De CMC heeft twee plaatsen waar firmware-updates kunnen worden uitgevoerd, één voor chassisonderdelen en de andere voor blades.
Voor de vier chassiscomponenten hoeven de blades niet worden opgestart, maar communicatie ermee wordt wel kort beëindigd wanneer de hardware wordt gereset. Voor het updaten van de bladefirmware vanaf Server Overview is opnieuw opstarten nodig wanneer het systeem de Lifecycle Controller ingaat om updates uit te voeren. De blades worden vervolgens opnieuw opgestart in het besturingssysteem.

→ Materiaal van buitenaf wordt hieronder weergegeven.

@pytest.mark.parametrize("share, tol", [(3e-4, 1e-4), (3e-3, 1e-6)])
def test_slab_on_a_first_box_node_line_outlives_three_bisections(share, tol):
    """Issue 12 "no silent wrong answer": a slab 0.39596 < x0 < 0.39626 on the unit square holds the first box's
    K15 node line x0 = 0.5 - 0.5 * 0.207784955 = 0.396108 (Kronrod 1965; QUADPACK, Piessens et al. 1983), which saw
    it; the children carried the discrepancy through three bisections across x0 ([0, 0.5], [0.25, 0.5],
    [0.375, 0.5]), whose node lines all straddle the slab, and dropped it: converged after 7,332 evaluations with
    the whole slab missing (3x the goal at share 3e-4 and 1e-4, 2,991x at share 3e-3 and 1e-6) and an estimate of
    1e-10 of the goal.  The floor now stays in the boxes holding one of the measuring box's node lines until a
    split sees the slab (Run._blind_floors).
    exp(0.2 (x0 + x1)) + h [a < x0 < b]: ((e^0.2 - 1)/0.2)^2 (elementary antiderivatives, a product of 1-D
    integrals) plus h (b - a) (elementary)."""
    a, b = 0.39596, 0.39626
    base = (math.expm1(0.2) / 0.2) ** 2
    h = share * base / (b - a)
    f = lambda X: np.exp(0.2 * X.sum(axis=1)) + h * ((X[:, 0] > a) & (X[:, 0] < b))  # noqa: E731
    run = cubage.Run(f, cubage.Box([0, 0], [1, 1]), rel_tol=tol, budget=300_000)
    res = run.run()
    _honest(res, base + h * (b - a), tol)
    assert run.checks.get("blind_splits", 0) >= 1


@pytest.mark.parametrize("d, c", [(4, 0.999), (5, 0.998)])
def test_narrow_corner_cube_read_as_a_singular_vertex_is_resolved(d, c):
    """Issue 12 "no silent wrong answer" (benchmarks/stress.py, seed 31, corner cubes in 5-D and 6-D):
    exp(0.2 sum x) + h [x_i > c for every i] on the unit cube, the cube worth 0.3 % of the integral.  Its value,
    ~1e11 times the base's, reads beyond PROBE_WILD at the vertex probe (1, ..., 1): it was taken for a point
    singularity and clipped, so the box at the vertex shrank until the bounded floor met the goal and the run
    converged at 1e-4 with the whole cube missing (true error 3.0e-3 of the value, reported 5-6e-5).  No power law
    climbs from the centre through the corner node to that probe (Run._singular_power): the value is kept, the
    floor is the feature's, and the run refines into the cube (4-D: converged after 42,051 evaluations, 1.3e-5
    true against 9.8e-5 reported; 5-D: its budget spent, 1.2e-5 true against 1.4e-4 reported).  Exact:
    ((e^0.2 - 1)/0.2)^d (elementary antiderivatives, a product of 1-D integrals) plus h times the cube's volume
    (1 - c)^d (elementary)."""
    base = (math.expm1(0.2) / 0.2) ** d
    h = 3e-3 * base / (1 - c) ** d
    f = lambda X: np.exp(0.2 * X.sum(axis=1)) + h * (X > c).all(axis=1)  # noqa: E731
    res = cubage.integrate(f, cubage.Box([0] * d, [1] * d), rel_tol=1e-4, budget=300_000, raise_on_failure=False)
    true = _honest(res, base + h * (1 - c) ** d, 1e-4)
    assert true <= res.error


@pytest.mark.parametrize("case, tol", [("slab", 1e-6), ("ridge", 1e-4), ("ridge", 1e-6)])
def test_feature_along_an_axis_is_checked_in_the_wide_boxes_beside_its_lineage(case, tol):
    """Issue 12 "no silent wrong answer" (benchmarks/stress.py, seed 31): exp(0.2 sum x) plus a feature along one
    axis, a slab 0.84987 < x1 < 0.89992 worth 3e-4 of the 4-D integral or a ridge exp(-((x0 - 0.59063)/0.024)^2)
    worth 3 % of the 3-D one.  The run refined across the feature in some boxes, down to its faces, while wide boxes
    beside them held it between their node lines along that axis (x1 in [0.5, 1]: lines at 0.84 and 0.92; x0 in
    [0, 1], an audit child split along x1: lines at 0.5 and 0.68) and converged with half the slab (true 1.5e-4
    against 9.7e-7 reported at 1e-6) or a quarter of the ridge (7.3e-3 against 2.1e-5 at 1e-4) missing.  The audit
    now splits such boxes across that axis (Run._straddlers).  Exact: ((e^0.2 - 1)/0.2)^d (elementary
    antiderivatives, a product of 1-D integrals) plus the slab's h (b - a) (elementary) or the ridge's
    h w sqrt(pi)/2 (erf((1 - c)/w) + erf(c/w)) (definition of erf, Abramowitz & Stegun 7.1.1)."""
    base = (math.expm1(0.2) / 0.2) ** (4 if case == "slab" else 3)
    if case == "slab":
        d, a, b = 4, 0.84987, 0.89992
        h = 3e-4 * base / (b - a)
        f = lambda X: np.exp(0.2 * X.sum(axis=1)) + h * ((X[:, 1] > a) & (X[:, 1] < b))  # noqa: E731
        exact = base + h * (b - a)
    else:
        d, c, w = 3, 0.59063, 0.024
        unit = w * math.sqrt(math.pi) / 2 * (math.erf((1 - c) / w) + math.erf(c / w))
        h = 0.03 * base / unit
        f = lambda X: np.exp(0.2 * X.sum(axis=1)) + h * np.exp(-((X[:, 0] - c) / w) ** 2)  # noqa: E731
        exact = base + h * unit
    res = cubage.integrate(f, cubage.Box([0] * d, [1] * d), rel_tol=tol, budget=300_000, raise_on_failure=False)
    true = abs(res.value - exact)
    # converged: within its goal (the slab's run reports 0.97 of its true error, 9.2e-7 of the value, goal 1e-6)
    assert not res.converged or true <= tol * abs(exact), (res.status, true, res.error)
    if case == "ridge":
        _honest(res, exact, tol)


def test_fibonacci_lattice_of_the_2d_audit_check_has_distinct_lines():
    """The 2-D audit check's lattice (Run._audit_check): a rank-1 lattice with N = 233 points and generator 144
    (Fibonacci numbers; Korobov 1959, Sloan & Joe 1994) has N distinct coordinates on each axis, since the generator
    is prime to N, and N distinct values of x + y and x - y, since 1 + 144 and 1 - 144 are prime to the prime 233
    (elementary number theory): a slab between the rule's node lines, along an axis or a diagonal, is crossed."""
    from cubage.engine.run import AUDIT_LATTICE, _fibonacci_lattice
    pts = _fibonacci_lattice(AUDIT_LATTICE)
    assert pts.shape == (233, 2) and np.all(np.abs(pts) < 1)
    for v in (pts[:, 0], pts[:, 1], pts[:, 0] + pts[:, 1], pts[:, 0] - pts[:, 1]):
        assert len(np.unique(np.round(v * 233 / 2, 6))) == 233
    # equal weights integrate the constant and, as any lattice rule, trigonometric polynomials e^(2 pi i k.x) with
    # k off the dual lattice exactly (Sloan & Joe 1994): here cos(pi (x + 1)) on [-1, 1] (mean 0)
    assert abs(np.cos(np.pi * (pts[:, 0] + 1)).mean()) < 1e-13


def test_2d_lattice_check_passes_a_cone_at_a_vertex_of_the_box():
    """Regression: the box integral B_2(1) = int_[0,1]^2 sqrt(x^2 + y^2) = (sqrt 2 + asinh 1)/3 (Bailey, Borwein &
    Crandall, "Box integrals", J. Comput. Appl. Math. 206 (2007) 196-208) at rel_tol 1e-6.  The lattice of the
    audit's check had a point 1/466 of the box's side from the vertex holding the cone on both axes, where the
    box's interpolant misses the cone most; that one point read 5.1e-7 of missed error in [0, 1/2]^2 whose rule
    was 1.7e-9 off the closed form (scipy.integrate.dblquad), the check failed and the run refined 4.7x
    further.  No lattice point lies that near a vertex now, and the check passes on the first audit."""
    from cubage.engine.run import AUDIT_LATTICE, _fibonacci_lattice
    p = (_fibonacci_lattice(AUDIT_LATTICE) + 1) / 2
    near = np.maximum(np.minimum(p[:, 0], 1 - p[:, 0]), np.minimum(p[:, 1], 1 - p[:, 1]))
    assert near.min() > 0.04
    exact = (math.sqrt(2.0) + math.asinh(1.0)) / 3
    run = cubage.Run(lambda X: np.sqrt((X * X).sum(axis=1)), cubage.Box([0, 0], [1, 1]), rel_tol=1e-6,
                     budget=300_000)
    res = run.run()
    assert res.converged
    _honest(res, exact, 1e-6)
    assert run.checks.get("audit_check_failed", 0) == 0


def test_lattice_basis_interpolates_polynomials_of_the_rule_exactly():
    """The check's interpolant P (tensor Lagrange interpolation on the 15 Kronrod abscissae, barycentric form of
    Berrut & Trefethen 2004) reproduces any polynomial of degree <= 14 per axis (uniqueness of polynomial
    interpolation, common practice): then f - P vanishes at every lattice point and the check reads 0."""
    from cubage.engine.rules.gauss_kronrod import kronrod15
    from cubage.engine.run import AUDIT_LATTICE, _fibonacci_lattice, _lattice_basis
    x, _, _ = kronrod15()
    lx, ly = _lattice_basis(AUDIT_LATTICE, tuple(float(v) for v in x))

    def poly(u, v):
        return 1 + 3 * u ** 14 * v ** 3 - 2 * u ** 5 * v ** 13 + v ** 14 - 0.5 * u * v

    F = poly(x[:, None], x[None, :])                       # node values on the 15 x 15 grid, axis 0 slowest
    pts = _fibonacci_lattice(AUDIT_LATTICE)
    P = np.einsum("ni,ij,nj->n", lx, F, ly)
    assert np.allclose(P, poly(pts[:, 0], pts[:, 1]), rtol=0, atol=1e-12)


def test_2d_lattice_check_sees_a_slab_between_the_nodes():
    """Regression (benchmarks/stress.py): 2-D, exp(0.2 (x + y)) + 0.05 on 0.64 < x < 0.66, inside the gap between
    the Kronrod abscissae 0.6039 and 0.7029 of the first region, at rel_tol 1e-4: the first region's nodes and
    probes all miss the slab; the audit's lattice check sees it (and the run does not claim convergence with the
    slab missing).  Closed form ((e^0.2 - 1)/0.2)^2 + 0.05 * 0.02 (elementary antiderivatives)."""
    exact = (math.expm1(0.2) / 0.2) ** 2 + 0.05 * 0.02
    res = cubage.integrate(lambda X: np.exp(0.2 * X.sum(axis=1)) + 0.05 * ((X[:, 0] > 0.64) & (X[:, 0] < 0.66)),
                           cubage.Box([0, 0], [1, 1]), rel_tol=1e-4, raise_on_failure=False)
    assert res.trust["audit_checks_failed"] >= 1
    assert res.status != "converged" or abs(res.value - exact) <= 2e-4 * exact


def test_2d_lattice_check_counts_its_estimate_twice_near_a_face():
    """Regression (benchmarks/stress.py, 2-D bump draw 4): exp(0.2 (x + y)) + h exp(-|x - c|^2 / w^2) with
    c = (0.25005, 0.01276), w = 0.02856 beside the face y = 0 at rel_tol 1e-6.  The lattice check read the missed
    error of its box as 1.0e-6 against a true 2.6e-6 (the bump covers about one lattice point) and, with its
    estimate counted once, let the run converge 2.1 times beyond its goal; counted twice it fails and the full audit
    follows.  Closed form: ((e^0.2 - 1)/0.2)^2 + h prod_i w sqrt(pi)/2 (erf((1 - c_i)/w) + erf(c_i/w))
    (Abramowitz & Stegun 7.1.1)."""
    from scipy.special import erf
    c = np.array([0.25005474, 0.01276139])
    w, h = 0.028563323200390612, 0.001948197534594091
    exact = (math.expm1(0.2) / 0.2) ** 2 + h * np.prod(
        [w * math.sqrt(math.pi) / 2 * (erf((1 - ci) / w) + erf(ci / w)) for ci in c])
    res = cubage.integrate(lambda X: np.exp(0.2 * X.sum(axis=1)) + h * np.exp(-(((X - c) / w) ** 2).sum(axis=1)),
                           cubage.Box([0, 0], [1, 1]), rel_tol=1e-6, raise_on_failure=False)
    assert res.status != "converged" or abs(res.value - exact) <= 2e-6 * exact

Dell Update Packages (DUP's) worden gebruikt voor het uitvoeren van de firmware-updates.
Volg deze stappen om de CMC bij te werken:
Het bestand kan worden gedownload op de Dell Support website na het selecteren van het M1000E model (of door de TAG in te voeren) in het gedeelte 'Drivers en downloads'.
Chassisoverzicht > Update of Chassis Controller > Update
De aanbevolen volgorde om redundante CMC's bij te werken:
1. Begin met het bijwerken van de stand-bymodus.
2. Failover van de primaire CMC.
3. Werk de andere stand-by bij.
4. Mislukt de CMC opnieuw, zodat de oorspronkelijke CMC primair is.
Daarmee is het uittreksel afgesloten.